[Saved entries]
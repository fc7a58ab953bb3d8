import type { Calibration } from '../projectDoc';

/** Which calibration point: a control point (affine) or an x or z point (per axis), by index in its list. */
export interface CalibrationPointRef { list: 'points' | 'xPoints' | 'zPoints'; index: number }

/** Returns every point of the calibration with its reference and image position, in list order. */
export function calibrationPoints(cal: Calibration | null): { ref: CalibrationPointRef; u: number; v: number }[] {
  if (!cal) return [];
  if (cal.kind === 'affine') return cal.points.map((p, index) => ({ ref: { list: 'points', index }, u: p.u, v: p.v }));
  return [
    ...cal.xPoints.map((p, index) => ({ ref: { list: 'xPoints' as const, index }, u: p.u, v: p.v })),
    ...cal.zPoints.map((p, index) => ({ ref: { list: 'zPoints' as const, index }, u: p.u, v: p.v })),
  ];
}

EXERCISE REQUIREMENTS →
Search the entries for the word "affine". Copy every line where it occurs.

WRITTEN REPLY →
/** Which calibration point: a control point (affine) or an x or z point (per axis), by index in its list. */
  if (cal.kind === 'affine') return cal.points.map((p, index) => ({ ref: { list: 'points', index }, u: p.u, v: p.v }));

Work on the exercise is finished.